# FF 2011 contest results



## 007bond-jb (Feb 12, 2011)

1st place pic #2 Mac sammy

2nd place pic #2 whole hog/pig

3rd place pic #1 Brisket & turds

Last place pic #4 Pulled Pork

Congrats to the winners!!!

Send all complaints to Cappy,  :roll:  Me & Helen agree


----------



## ScottyDaQ (Feb 12, 2011)

Names butthead. :roll:


----------



## Griff (Feb 12, 2011)

Judges don't know the names. I came in fourth place.  I prefer that over last.  The winner needs to claim it.


----------



## NewHeart (Feb 12, 2011)

I was turd wit' da turds.


----------



## bbquzz (Feb 12, 2011)

I can show the weight gain from the Pulled Pork Mac & Cheese, so I'll own up to it. Thanks to CM, Helen, JB, Unity, the other participants and a special thanks to Griff for launching the competition.


----------



## Adrienne1 (Feb 12, 2011)

And me and my piggy were in second place!
Another great Frozen Few! 
Congrats to us all......can hardly wait until FF 2012!


----------



## Griff (Feb 13, 2011)

Congrats Buzz.  PM me your address and phone number so I can ship the trophy.  It'll take a couple weeks to get it made.


----------



## Vermin999 (Feb 13, 2011)

We don't get to see any pics?


----------



## Unity (Feb 13, 2011)

I posted the names with the pictures. Congratulations to all!

--John


----------



## bbquzz (Feb 13, 2011)

Vermin999 said:
			
		

> We don't get to see any pics?



2011 Frozen Few Pictures For all the So Cal members, the white stuff in the pictures is snow


----------



## Smokey Lew (Feb 13, 2011)

Man Buzz, that sammy looks fantastic. You should get yourself a catering truck and hit the road. You'd sell a tone of those. Congratulations to you and all the other contestants.


----------



## 007bond-jb (Feb 13, 2011)

Griff said:
			
		

> Judges don't know the names. I came in fourth place.  I prefer that over last.  The winner needs to claim it.
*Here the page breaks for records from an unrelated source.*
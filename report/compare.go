package report

import (
	"fmt"
	"io"

	"github.com/riskaudit/riskaudit/validate"
)

// WriteComparison renders a comparison of two models as Markdown; figure
// is the file name of the decision-curve figure beside it.
func WriteComparison(w io.Writer, c *validate.Comparison, figure string) error {
	ew := &errWriter{w: w}
	p := func(format string, args ...any) { fmt.Fprintf(ew, format, args...) }
	d := c.DeLong
	p("# Model comparison: %s against %s\n\n", Escape(c.ModelA), Escape(c.ModelB))
	p("On the %d patients of %s with every value both models need (%d events). Made %s by %s. %s\n\n", c.Used, Escape(c.Cohort), c.Events,
		c.Provenance.StartedAt, Escape(c.Tool), auditDateLine(c.Provenance))
	if l := cohortOutcomeLine(c.CohortOutcome, true); l != "" {
		p("%s\n\n", l)
	}
	better := "a"
	if d.Difference < 0 {
		better = "b"
	}
	verdict := fmt.Sprintf("The AUCs differ by %s (a − b; 95%% CI %s; z = %s, p %s): ", f4(d.Difference), Interval(d.DifferenceCI, "%.4f", ""), num(d.Z, "%.2f"), FormatP(d.P))
	switch {
	case d.Difference == 0 && d.DifferenceSE == 0:
		verdict += "the two models order every pair of patients alike (the difference and its SE are 0), so there is nothing to test."
	case !finite(d.DifferenceCI[0]) || !finite(d.DifferenceCI[1]):
		verdict += "the difference's interval is not estimable, so whether either discriminates better cannot be judged."
	case d.DifferenceCI[0] > 0 || d.DifferenceCI[1] < 0:
		verdict += fmt.Sprintf("model %s discriminates better, beyond chance.", better)
	default:
		verdict += "no evidence that either discriminates better."
	}
	p("## Discrimination\n\n%s\n\n", verdict)
	p("| | AUC |\n|---|---|\n| a: %s | %s |\n| b: %s | %s |\n\n", Escape(c.ModelA), f4(d.AUCA), Escape(c.ModelB), f4(d.AUCB))
	p("Paired DeLong test (DeLong, DeLong & Clarke-Pearson 1988): the variance of the difference uses the covariance of the two models' structural components over the same patients (correlation of the two AUCs %s).\n\n", f3(d.Correlation))
	b := c.Brier
	p("## Overall accuracy\n\nBrier score a %s, b %s; difference a − b: %s, 95%% bootstrap percentile interval %s (%d replicates, seed %d). A negative difference favours a.\n\n",
		f4(b.A), f4(b.B), f4(b.Difference), Interval(b.DifferenceCI, "%.4f", ""), b.Replicates, b.Seed)
	writeCompareCalibration(ew, c)
	p("## Clinical usefulness\n\n| threshold | net benefit a | net benefit b | treat everyone |\n|---|---|---|---|\n")
	for _, nb := range c.NetBenefit {
		p("| %.1f%% | %s | %s | %s |\n", 100*nb.Threshold, f4(nb.A), f4(nb.B), f4(nb.TreatAll))
	}
	p("\n![Decision curves of both models](%s)\n\n", figure)
	writeCompareProvenance(ew, c.Provenance)
	p("## Caution\n\n%s\n", c.Caution)
	return ew.err
}

// writeCompareCalibration writes both models' calibration side by side.
func writeCompareCalibration(w *errWriter, c *validate.Comparison) {
	k := c.Calibration
	a, b := k.A, k.B
	fmt.Fprint(w, "## Calibration\n\n")
	t := table{head: []string{"measure", "ideal", "a: " + Escape(c.ModelA), "b: " + Escape(c.ModelB)}}
	both := func(name, ideal string, va, vb float64, ca, cb [2]float64, format string) {
		cell := func(v float64, ci [2]float64) string {
			return fmt.Sprintf("%s (%s)", num(v, format), Interval(ci, format, ""))
		}
		t.add(name, ideal, cell(va, ca), cell(vb, cb))
	}
	both("calibration-in-the-large", "0", a.CITL, b.CITL, a.CITLCI, b.CITLCI, "%.3f")
	both("calibration slope", "1", a.Slope, b.Slope, a.SlopeCI, b.SlopeCI, "%.3f")
	both("observed / expected (O/E)", "1", a.OE, b.OE, a.OECI, b.OECI, "%.3f")
	t.add("events observed / expected", "", fmt.Sprintf("%.0f / %s", a.Observed, num(a.Expected, "%.1f")), fmt.Sprintf("%.0f / %s", b.Observed, num(b.Expected, "%.1f")))
	ici := func(v float64, ci [2]float64) string {
		return validate.FormatMeasure("ici", v) + " (" + measureInterval("ici", ci) + "*)"
	}
	t.add("ICI", "0", ici(a.ICI, a.ICICI), ici(b.ICI, b.ICICI))
	t.write(w)
	fmt.Fprintf(w, "Each model measured as `riskaudit audit` measures it on the same patients: calibration-in-the-large and slope with Wald 95%% intervals, O/E with its 95%% interval, and the ICI of the LOWESS calibration curve. \\* 95%% bootstrap percentile intervals from %d resamples of the patients (seed %d; the models fixed; the curve in each resample with δ = %g of the risk range).\n\n",
		k.Replicates, k.Seed, k.ICIDelta)
	for _, n := range a.Notes {
		fmt.Fprintf(w, "Note (a): %s.\n\n", n)
	}
	for _, n := range b.Notes {
		fmt.Fprintf(w, "Note (b): %s.\n\n", n)
	}
}

// writeCompareProvenance writes the comparison's inputs with their
// SHA-256, the renames, the date, the tool and the command line.
func writeCompareProvenance(w *errWriter, pv validate.Provenance) {
	fmt.Fprint(w, "## Provenance\n\n")
	t := table{head: []string{"input", "file", "SHA-256"}}
	for _, in := range pv.Inputs {
		t.add(in.Role, code(in.FileText()), code(in.SHA256))
	}
	t.write(w)
	writeQueries(w, pv.Inputs)
	writeRenames(w, pv.Renames)
	fmt.Fprintf(w, "%s Tool: %s. Started: %s. Command line:\n\n", auditDateLine(pv), Escape(pv.Tool), pv.StartedAt)
	writeCommandLine(w, pv.CommandLine)
}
Correct, If we did we know the names we could  disqualify a entry if the contestant is a butt head :twisted:


----------



## 007bond-jb (Feb 13, 2011)

Smokey Lew said:
			
		

> Man Buzz, that sammy looks fantastic. You should get yourself a catering truck and hit the road. You'd sell a tone of those. Congratulations to you and all the other contestants.




He would make even more money if he did this with the sammy:

http://makeawhisk.com/2009/04/fried-macaroni-cheese/


----------



## Unity (Feb 13, 2011)

Nostalgia buffs, here are the URLs for all Frozen Few competitions so far, from First Annual through Fourth Annual: 2008, 2009, 2010, 2011.
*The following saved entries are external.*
@dataclass(frozen=True)
class Comparison:
    """A before/after comparison of one unit with one phantom.

    ``before_ids``/``after_ids`` are session ids (or volume file names);
    ``before_dates``/``after_dates`` their acquisition dates; ``before_software``/
    ``after_software`` the software versions recorded for them (may be empty).
    """

    unit_id: str
    phantom: str
    profile: str | None
    before_ids: tuple
    after_ids: tuple
    before_dates: tuple[str, ...]
    after_dates: tuple[str, ...]
    before_software: tuple[str, ...]
    after_software: tuple[str, ...]
    method: str
    level: float
    metrics: tuple[MetricComparison, ...]

    @property
    def overall(self) -> str:
        """The worst constancy verdict (``pass`` when no metric has one)."""
        marks = [m.constancy for m in self.metrics if m.constancy in _RANK]
        return max(marks, key=_RANK.get, default="pass")

    @property
    def exit_code(self) -> int:
        return 1 if self.overall == "fail" else 0

    def to_json(self) -> dict:
        def num(v):
            return None if v is None or not math.isfinite(v) else float(v)

        side = {"before": (self.before_ids, self.before_dates, self.before_software),
                "after": (self.after_ids, self.after_dates, self.after_software)}
        out = {"unit": self.unit_id, "phantom": self.phantom, "profile": self.profile,
               "method": self.method, "level": self.level, "overall": self.overall}
        for key, (ids, dates, soft) in side.items():
            out[key] = {"sessions": list(ids), "dates": list(dates), "software": list(soft)}
        out["metrics"] = {m.metric: {
            "unit": m.unit, "n_before": len(m.before), "n_after": len(m.after),
            "mean_before": num(m.mean_before), "sd_before": num(m.sd_before),
            "mean_after": num(m.mean_after), "sd_after": num(m.sd_after),
            "difference": num(m.difference),
            "ci_low": None if m.interval is None else num(m.interval[0]),
            "ci_high": None if m.interval is None else num(m.interval[1]),
            "df": num(m.df), "interval": m.interval_method, "beyond_noise": m.beyond_noise,
            "constancy": m.constancy or None, "limit": m.limit_text or None,
            "judged": bool(m.constancy), "verdict": m.verdict,
            "note": m.note} for m in self.metrics}
        return out


def compare_figures(unit_id: str, phantom: str, before: Sequence[Mapping],
                    after: Sequence[Mapping], *, before_ids: Sequence, after_ids: Sequence,
                    profile: Profile | None = None, method: str = "welch",
                    level: float = 0.95, seed: int = 0, before_dates=(), after_dates=(),
                    before_software=(), after_software=()) -> Comparison:
    """Compare figures of repeated acquisitions: one ``{name: figure}`` per acquisition.

    A figure is anything with ``value`` (``None`` when not measured) and ``unit``
    (a :class:`~qa.measure.base.Measurement` or a history ``MeasurementRecord``). Every
    metric measured on either side is compared, in the order first met.
    """
    if not before or not after:
        raise InputError("a comparison needs at least one acquisition on each side",
                         field="sessions")
    order: dict[str, str] = {}
    for figures in list(before) + list(after):
        for name, m in figures.items():
            if m.value is not None:
                if order.setdefault(name, m.unit) != m.unit:
                    raise InputError(f"metric '{name}' appears in units '{order[name]}' and "
                                     f"'{m.unit}'", field="sessions")
    results = []
    for name, unit in order.items():
        pick = [[f[name].value for f in side if name in f and f[name].value is not None]
                for side in (before, after)]
        limit = None if profile is None else profile.limit_for(name)
        results.append(compare_metric(name, pick[0], pick[1], unit=unit, limit=limit,
                                      method=method, level=level, seed=seed))
    return Comparison(unit_id, phantom, None if profile is None else profile.name,
                      tuple(before_ids), tuple(after_ids), tuple(before_dates),
                      tuple(after_dates), tuple(before_software), tuple(after_software),
                      method, float(level), tuple(results))


def compare_sessions(history, unit_id: str, before_ids: Sequence[int],
                     after_ids: Sequence[int], *, profile: Profile | None = None,
                     method: str = "welch", level: float = 0.95,
                     seed: int = 0) -> Comparison:
    """Compare stored sessions of one unit and phantom (see :func:`compare_figures`).

    Raises
    ------
    InputError
        An unknown session id, a session of another unit, sessions of several phantoms,
        a session on both sides, an empty side.
    """
    b_ids, a_ids = list(dict.fromkeys(before_ids)), list(dict.fromkeys(after_ids))
    both = sorted(set(b_ids) & set(a_ids))
    if both:
        raise InputError(f"session(s) {', '.join(map(str, both))} are on both sides",
                         source=str(history.path), field="sessions")
    records = {sid: history.load_session(sid) for sid in b_ids + a_ids}
    for sid, rec in records.items():
        if rec.unit_id != unit_id:
            raise InputError(f"session {sid} is of unit '{rec.unit_id}', not '{unit_id}'",
                             source=str(history.path), field="sessions")
    phantoms = sorted({r.phantom for r in records.values()})
    if len(phantoms) > 1:
        raise InputError(f"the sessions were made with different phantoms "
                         f"({', '.join(phantoms)}); compare one phantom at a time",
                         source=str(history.path), field="sessions")
    if profile is not None:
        profile.check_applies(phantom=phantoms[0])

    def side(ids):
        recs = [records[i] for i in ids]
        soft = tuple(dict.fromkeys(r.unit_info["software"] for r in recs
                                   if "software" in r.unit_info))
        return ([{m.name: m for m in r.measurements} for r in recs],
                tuple(r.acquired for r in recs), soft)

    (bf, bd, bs), (af, ad, as_) = side(b_ids), side(a_ids)
    return compare_figures(unit_id, phantoms[0], bf, af, before_ids=b_ids, after_ids=a_ids,
                           profile=profile, method=method, level=level, seed=seed,
                           before_dates=bd, after_dates=ad, before_software=bs,
                           after_software=as_)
Looking back over these comps, I think I can see a trend -- 16 entries in 2008, 17 in 2009, 6 in 2010, and 4 in 2011. 

--John


----------



## Griff (Feb 13, 2011)

It's another side effect of global warming.


----------



## Puff1 (Feb 13, 2011)

Griff said:
			
		

> It's another side effect of global warming.


I feel it's another side effect of a member of this forum gone nuts.........crazy like...that has turned away alot of other competitors.  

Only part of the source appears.